Models of probability distributions, such as this, have regimes of practically unidentificable parameters just as nonlinear regression models do. Show that in the regime $p \to 0$ and $n \to \infty$, the parameter $\lambda = np$ is the identifiable combination. Whas is an expression for the probability distribution in this regime? (Hint: Define $\lambda = np$, replace $p=\lambda/n$ and take the limit $n \to \infty$.)

Admittedly from the title of the problem, I was first inspired to try to prove that this Distribution will become a Poisson Distribution. The formula for a Poisson Distribution is given by,

$$Pois(\lambda, m) =  \frac{\lambda^m e^{-m}}{m!}$$

First we will note that the choose function $(n \ m) = \frac{n!}{m!(n-m)!}$.

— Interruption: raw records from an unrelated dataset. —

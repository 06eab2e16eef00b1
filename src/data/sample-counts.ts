// How many samples each client holds (n_i), from the scenario's samplesPerClient. Quantity skew
// comes from a list (one count per client) or from a seeded uniform range; each client's count
// is a pure function of (spec, client count, seed, client id), so any process computes it alone.

import type { CountSpec } from '../scenario/schema.js';
import { DataError } from './data-error.js';
import { Rng } from '../base/rng.js';

export function samplesForClient(
  spec: CountSpec,
  clientCount: number,
  seed: number,
  clientId: number,
): number {
  if (!Number.isInteger(clientId) || clientId < 0 || clientId >= clientCount) {
    throw new DataError('E_DATA_SPEC', `client id ${clientId} is outside [0, ${clientCount})`);
  }
  if (typeof spec === 'number') return spec;
  if (Array.isArray(spec)) {
    if (spec.length !== clientCount) {
      throw new DataError(
        'E_DATA_SPEC',
        `data.samplesPerClient lists ${spec.length} counts but there are ${clientCount} clients`,
        'data.samplesPerClient',
      );
    }
    return spec[clientId];
  }
  const [min, max] = spec.uniform;
  return min + Rng.derive(seed, 'samples', clientId).nextInt(max - min + 1);
}

/** n_i for every client, in client order. */
export function samplesForAllClients(spec: CountSpec, clientCount: number, seed: number): number[] {
  return Array.from({ length: clientCount }, (_, clientId) =>
    samplesForClient(spec, clientCount, seed, clientId),
  );
}
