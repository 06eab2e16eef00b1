// Countries from the npm package vega-datasets (3.2.1, BSD-3-Clause), file data/gapminder.json:
// life expectancy, fertility and population of 62 countries from 1955 to 2005 in 5-year steps.
// The package names its source as the Gapminder Foundation (data under Creative Commons
// Attribution 4.0 International, https://www.gapminder.org/free-material/).
//
// Features: fertility (children per woman), year, and the natural logarithm of the population
// (which spans five orders of magnitude); the intercept is appended after scaling. Target:
// life-expectancy-years (least squares, in years, not scaled). Natural keys: country, and region
// (the package's six-way "cluster" column, named by the labels its datapackage.json gives).

import { z } from 'zod';
import { DataError } from './data-error.js';
import { TableRows, type DatasetTable } from './dataset-table.js';
import { readVegaRecords } from './vega-file.js';

export const GAPMINDER_FILE = 'gapminder.json';

/** The cluster codes' labels, as vega-datasets' datapackage.json lists them for gapminder.json. */
export const GAPMINDER_REGIONS = [
  'south_asia',
  'europe_central_asia',
  'sub_saharan_africa',
  'america',
  'east_asia_pacific',
  'middle_east_north_africa',
];

const gapminderRecord = z.object({
  year: z.number().nullable(),
  country: z.string().nullable(),
  cluster: z.number().nullable(),
  pop: z.number().nullable(),
  life_expect: z.number().nullable(),
  fertility: z.number().nullable(),
});

function regionOf(cluster: number | null, row: number): string | null {
  if (cluster === null) return null;
  const region = GAPMINDER_REGIONS[cluster];
  if (region === undefined)
    throw new DataError('E_DATASET', `gapminder: row ${row}: cluster ${cluster} has no label`);
  return region;
}

export function loadGapminderTable(): DatasetTable {
  const records = readVegaRecords(GAPMINDER_FILE, gapminderRecord);
  const featureNames = ['fertility', 'year', 'log population'];
  const rows = new TableRows('gapminder', featureNames.length, ['country', 'region']);
  records.forEach((record, row) => {
    const logPopulation = record.pop !== null && record.pop > 0 ? Math.log(record.pop) : null;
    rows.add([record.fertility, record.year, logPopulation], record.life_expect, {
      country: record.country,
      region: regionOf(record.cluster, row),
    });
  });
  return rows.finish({
    target: 'life-expectancy-years',
    featureNames,
    classNames: [],
    intercept: true,
  });
}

As recommended in the hint, we will set $\lambda = np$ and $p = \lambda / n$ so that we can more simply just take the limit as $n \to \infty$.

Then, 

$$lim_{n \to \infty} P(m;n,p) =  lim_{n \to \infty} P(m;n,\lambda/n)$$ 

$$ = lim_{n \to \infty} \frac{n!}{m!(n-m)!} (\frac{\lambda}{n})^m (1-\frac{\lambda}{n})^{n-m}$$

In order to match the Poisson Distribution, we will first take the $\frac{1}{m!}$ and $\lambda^m$ terms out to the outside of the limit,

$$ =\frac{\lambda^m}{m!} lim_{n \to \infty} \frac{n!}{(n-m)!} (\frac{1}{n})^m (1-\frac{\lambda}{n})^{n-m}$$

Next we can distribute the limit operator such that,

$$ \frac{\lambda^m}{m!} lim_{n \to \infty} \frac{n!}{(n-m)!} (\frac{1}{n})^m (1-\frac{\lambda}{n})^{n-m} = \frac{\lambda^m}{m!} lim_{n \to \infty} [\frac{n!}{(n-m)!} (\frac{1}{n})^m ] lim_{n \to \infty} [(1-\frac{\lambda}{n})^{n-m}]$$

$$ = \frac{\lambda^m}{m!} lim_{n \to \infty} (1-\frac{\lambda}{n})^{n-m}$$

Since $lim_{n \to \infty} \frac{n!}{(n-m)!} (\frac{\lambda}{n})^m = lim_{n \to \infty} \frac{\lambda^m n!}{n(n-m)!} = lim_{n \to \infty} \frac{\lambda^m (n-1)!}{(n-m)!} = \lambda^m$.

Lastly the limit,

$$lim_{n \to \infty} (1-\frac{\lambda}{n})^{n-m} = lim_{n \to \infty} (1-\frac{\lambda}{n})^{n} \ lim_{n \to \infty} (1-\frac{\lambda}{n})^{-m}$$

$$= lim_{n \to \infty} (1+\frac{1}{n})^{-\lambda n} \ lim_{n \to \infty} (1+\frac{1}{n})^{\lambda m}$$

$$= e^{-\lambda} \ (1)^{\lambda m} = e^{-\lambda}$$

Thus when put all together we have,

$$ lim_{n \to \infty} P(m;n,p) = \frac{\lambda^m e^{-\lambda}}{m!} = Pois(\lambda, m)$$

Thus the Binomial Distribution becomes a Poisson Distribution with the regime $p \to 0$ and $n \to \infty$.